Task material>
____

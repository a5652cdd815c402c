"""The registry of named checks and the small types they return.

A check is one function registered by name. It receives a :class:`Context`
(the item's own value, its inputs — other items' values or constants — and its
parameters, every one of which has a default with a source) and returns an
:class:`Outcome`: verdict, measured figure, expected value or range, a reason a
person can act on, and the source of the rule.
"""

from __future__ import annotations

from collections import OrderedDict
from collections.abc import Callable
from dataclasses import dataclass, field
from typing import Any

PASS, FAIL, REVIEW, NA, PENDING = "pass", "fail", "review", "n/a", "pending"
# An answered item that no check judges: it counts as answered, and never claims a pass.
RECORDED = "recorded"

# The check-logic version: bump it in the same commit as ANY change to how a check, the
# evaluator or the job status judges (a limit, a formula, a rounding, a reason's verdict).
# Records carry it; `verify` treats a verdict that differs under the same check-logic
# version as a forgery, and under another version as "judged differently" (a notice).
# 1 = the checks of the first release (records of format 1 carry no number: they are 1).
# 2 = an answered item that no check judges is "recorded", no longer "pass"; an overdue
#     instrument marks only the readings it took; a stated instrument accuracy applies the
#     ILAC-G8 guard band (all landed before this constant).
# 3 = recorded files judged through one analysis per kind: clamp verdict from the capture
#     state and the angle residual, soak with one or two time constants, heating fitted
#     on the first rising run; findings (clipping, gaps ...) turn pass into review.
# 4 = a revisit (issue 14): each repeated reading is also judged against its baseline
#     (checks/change.py) and a changed carried answer is reviewed; without a baseline
#     every verdict is as in 3.
CHECK_LOGIC_VERSION = 4
_SEVERITY = {PASS: 0, REVIEW: 1, FAIL: 2}


def csv_list(text: object) -> list[str]:
    """A comma-separated text parameter as a list: "A,F,B" → ["A", "F", "B"]."""
    return [part.strip() for part in str(text).split(",") if part.strip()]


def worst(*verdicts: str) -> str:
    """Worst of pass/review/fail (fail, then review, then pass)."""
    return max(verdicts, key=lambda v: _SEVERITY.get(v, -1))


@dataclass(frozen=True)
class Measured:
    value: float | str | bool
    unit: str | None
    bound: str | None = None  # "over": value is a lower bound; "open": an open circuit

    def as_json(self) -> dict[str, Any]:
        out: dict[str, Any] = {"value": self.value, "unit": self.unit}
        if self.bound:
            out["bound"] = self.bound
        return out

    def text(self) -> str:
        from ..units import format_number

        if self.bound == "open":
            return "open circuit (OL)"
        v = format_number(self.value) if isinstance(self.value, int | float) else str(self.value)
        if self.bound == "over":
            v = f">{v}"
        return f"{v} {self.unit}" if self.unit else v


@dataclass(frozen=True)
class Expected:
    """An expected value, or a range with either bound open."""

    unit: str | None
    min: float | None = None
    max: float | None = None
    value: float | str | bool | None = None

    def as_json(self) -> dict[str, Any]:
        if self.value is not None:
            return {"value": self.value, "unit": self.unit}
        return {"min": self.min, "max": self.max, "unit": self.unit}

    def text(self) -> str:
        from ..units import format_number as f

        u = f" {self.unit}" if self.unit else ""
        if self.value is not None:
            return f"{self.value}{u}"
        if self.min is not None and self.max is not None:
            dash = " to " if self.min < 0 else "–"
            return f"{f(self.min)}{dash}{f(self.max)}{u}"
        if self.max is not None:
            return f"≤ {f(self.max)}{u}"
        if self.min is not None:
            return f"≥ {f(self.min)}{u}"
        return "—"


@dataclass(frozen=True)
class Outcome:
    verdict: str
    reason: str
    source: str
    measured: Measured | None = None
    expected: Expected | None = None
    analysis: Any = None  # the file's analysis (commission.analyses.Analysis), for charts


@dataclass(frozen=True)
class Param:
    """A limit or setting of a check: default value, unit, and where it comes from."""

    default: float | str | None
    unit: str | None
    source: str
    doc: str = ""


@dataclass(frozen=True)
class Input:
    doc: str
    required: bool = True


class MissingInput(Exception):
    """An input item has no usable answer yet: the check cannot decide."""

    def __init__(self, name: str, ref: str | None):
        super().__init__(name)
        self.name = name
        self.ref = ref


@dataclass
class Context:
    """What a check sees: its own item's value, its inputs and parameters."""

    item_id: str
    value: Any
    inputs: dict[str, Any]  # resolved values; a MissingInput marker where unanswered
    refs: dict[str, str | None]  # input name → item id (None for a constant)
    params: dict[str, Any]
    extra: dict[str, Any] = field(default_factory=dict)

    def input(self, name: str) -> Any:
        if name not in self.inputs or isinstance(self.inputs[name], MissingInput):
            raise MissingInput(name, self.refs.get(name))
        return self.inputs[name]

    def has(self, name: str) -> bool:
        return name in self.inputs and not isinstance(self.inputs[name], MissingInput)

    def param(self, name: str) -> Any:
        return self.params[name]

    def uncertainty(self) -> float | None:
        """Expanded uncertainty U (k = 2, SI) of this item's reading from its instrument's
        stated accuracy, or None when the instrument states none that covers it."""
        compute = self.extra.get("uncertainty")
        return compute() if compute is not None else None

    def input_typed(self, name: str) -> tuple[str, str | None] | None:
        """An input item's reading as typed and the unit typed, or None for a constant."""
        return self.extra.get("input_typed", {}).get(name)

    def input_uncertainty(self, name: str) -> float | None:
        """The same for an input item's reading (None for constants and unknown accuracy)."""
        compute = self.extra.get("input_uncertainty", {}).get(name)
        return compute() if compute is not None else None

    def file_path(self, value: Any):
        """Local path of a recorded file or photo, or MissingFile if it is not at hand."""
        files = self.extra.get("files")
        if not isinstance(value, dict) or "sha256" not in value:
            raise ValueError("expected a recorded file")
        path = files.path(value["sha256"]) if files is not None else None
        if path is None:
            raise MissingFile(value.get("name", value["sha256"][:12]))
        return path

    def memo(self, key: tuple, compute: Callable[[], Any], *, shared: bool = False) -> Any:
        """Reuse an expensive analysis of the same file within one file store; with
        ``shared``, also across the stores of this process (a command that walks, then
        reports, then verifies opens the job three times). Only for keys that hold
        everything the result depends on: the file's SHA-256, every setting, and the name
        the result and its messages use (never a temporary path)."""
        files = self.extra.get("files")
        if files is None:
            return compute()
        if key not in files.memo:
            if shared and key in _SHARED:
                _SHARED.move_to_end(key)
                files.memo[key] = _SHARED[key]
            else:
                files.memo[key] = compute()
                if shared:
                    _SHARED[key] = files.memo[key]
                    while len(_SHARED) > _SHARED_MAX:
                        _SHARED.popitem(last=False)
        return files.memo[key]


# Analyses of recorded files shared by the file stores of one process (see Context.memo).
_SHARED: OrderedDict[tuple, Any] = OrderedDict()
_SHARED_MAX = 64


class MissingFile(Exception):
    """A recorded file's bytes are not available (e.g. a record without attachments)."""

    def __init__(self, name: str):
        super().__init__(name)
        self.name = name


@dataclass(frozen=True)
class CheckDef:
    name: str
    fn: Callable[[Context], Outcome]
    summary: str
    source: str
    kinds: tuple[str, ...]  # item kinds this check can sit on
    quantities: tuple[str, ...]  # for reading items: the quantities it understands
    inputs: dict[str, Input]
    params: dict[str, Param]
    available: bool = True
    bounds: bool = False  # judges a Bound (">299 MΩ", "OL") honestly as its value or input


CHECKS: dict[str, CheckDef] = {}


def check(
    name: str,
    *,
    summary: str,
    source: str,
    kinds: tuple[str, ...] = ("reading",),
    quantities: tuple[str, ...] = (),
    inputs: dict[str, Input] | None = None,
    params: dict[str, Param] | None = None,
    available: bool = True,
    bounds: bool = False,
) -> Callable[[Callable[[Context], Outcome]], Callable[[Context], Outcome]]:
    """Register a check under ``name``. Adding a check is adding one function."""

    def register(fn: Callable[[Context], Outcome]) -> Callable[[Context], Outcome]:
        if name in CHECKS:
            raise RuntimeError(f"check {name!r} registered twice")
        CHECKS[name] = CheckDef(
            name, fn, summary, source, kinds, quantities, inputs or {}, params or {}, available,
            bounds,
        )
        return fn

    return register
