"""Checks on the current clamp: direction and placement."""

from __future__ import annotations

from ..units import format_number as f
from .registry import FAIL, PASS, Context, Expected, Input, Measured, Outcome, Param, check

SRC_KNOWN_LOAD = (
    "common practice (known-load clamp test): with PV at zero the grid reading rises by the "
    "load and is positive; ±10 % default tolerance"
)


@check(
    "clamp_known_load",
    summary="clamp direction and size from a known-load test",
    source=SRC_KNOWN_LOAD,
    quantities=("power",),
    inputs={
        "before": Input("grid reading before the load (power reading)"),
        "load": Input("the known load's power (power reading)"),
    },
    params={"tolerance_pct": Param(10.0, "%", SRC_KNOWN_LOAD)},
)
def clamp_known_load(ctx: Context) -> Outcome:
    after = float(ctx.value)
    before = float(ctx.input("before"))
    load = float(ctx.input("load"))
    tol = ctx.param("tolerance_pct") / 100
    change = after - before
    lo, hi = load * (1 - tol), load * (1 + tol)
    expected = Expected("W", min=round(lo, 1), max=round(hi, 1))
    measured = Measured(round(change, 1), "W")
    text = f"grid reading changed by {f(change)} W for a {f(load)} W load"
    if lo <= change <= hi:
        if after <= 0:
            return Outcome(FAIL, f"{text}, but reads {f(after)} W (export) with PV at zero: "
                           "the PV is not at zero or the sign is inverted in the settings",
                           SRC_KNOWN_LOAD, measured, expected)
        return Outcome(PASS, f"{text}: direction and size agree (positive = import)",
                       SRC_KNOWN_LOAD, measured, expected)
    if -hi <= change <= -lo:
        return Outcome(FAIL, f"{text}: the reading fell by the load — the clamp is reversed; "
                       "turn it round so its arrow points into the premises",
                       SRC_KNOWN_LOAD, measured, expected)
    if abs(change) < 0.5 * load:
        return Outcome(FAIL, f"{text}: far too small — the clamp is on the wrong conductor "
                       "(a branch circuit, or the neutral of another circuit) or the load did "
                       "not run", SRC_KNOWN_LOAD, measured, expected)
    return Outcome(FAIL, f"{text}: outside ±{f(tol * 100)} % — check the clamp sits on the "
                   "incoming line only, and the load's real power", SRC_KNOWN_LOAD,
                   measured, expected)
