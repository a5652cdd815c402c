"""commission analyse capture|heating|soak|regulation

Each command parses its options, calls the file kind's analysis in
``commission.analyses`` (the same function, with the same defaults, that the checklist's
checks and the record's charts call) and renders the result: every figure with its unit and
source, the findings and the verdict (or ``--json``, SI units). The exit code is 0 whenever
the analysis ran, whatever the verdict, and 2 on bad input (one line on stderr naming the
file and what is accepted). numpy, the analyses and the readers are imported inside the
commands so that ``commission --help`` stays fast.
"""

import math
import sys
import textwrap
from contextlib import contextmanager
from typing import Annotated, Any

import typer

from .common import JsonOpt, RegisterOpt, emit_json, friendly

WIDTH = 80
SIGN_CONVENTION = (
    "Sign convention: positive power = import from the grid, for a clamp on the incoming "
    "line conductor with its arrow pointing into the premises."
)
AUDIO_INPUT_WARNING = (
    "An AC-coupled (audio) input shifts the phase at mains frequency, which spoils the "
    "angle between voltage and current and so the clamp verdict: record with an isolated "
    "measurement front end with its own rated, DC-coupled inputs. Never connect mains to "
    "an audio input."
)
SAFETY = ("Mains work can kill: isolate and prove dead, competent and licensed persons only; "
          "local wiring rules come first.")

# Sources shown beside the figures.
SRC_1459 = "IEEE 1459-2010"
SRC_4_7 = "IEC 61000-4-7 (from memory)"
SRC_CLASS_A = "IEC 61000-3-2 Class A Table 1 (from memory)"
SRC_IAPWS = "IAPWS-95"
SRC_LUMPED = "lumped first-order model, Incropera"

____

Your task>
Nothing but the lines above from the one containing "bound: str |" through the one containing "max: float | None = None" should appear in the answer, each repeated exactly.

Answer to the exercise>
    bound: str | None = None  # "over": value is a lower bound; "open": an open circuit

    def as_json(self) -> dict[str, Any]:
        out: dict[str, Any] = {"value": self.value, "unit": self.unit}
        if self.bound:
            out["bound"] = self.bound
        return out

    def text(self) -> str:
        from ..units import format_number

        if self.bound == "open":
            return "open circuit (OL)"
        v = format_number(self.value) if isinstance(self.value, int | float) else str(self.value)
        if self.bound == "over":
            v = f">{v}"
        return f"{v} {self.unit}" if self.unit else v


@dataclass(frozen=True)
class Expected:
    """An expected value, or a range with either bound open."""

    unit: str | None
    min: float | None = None
    max: float | None = None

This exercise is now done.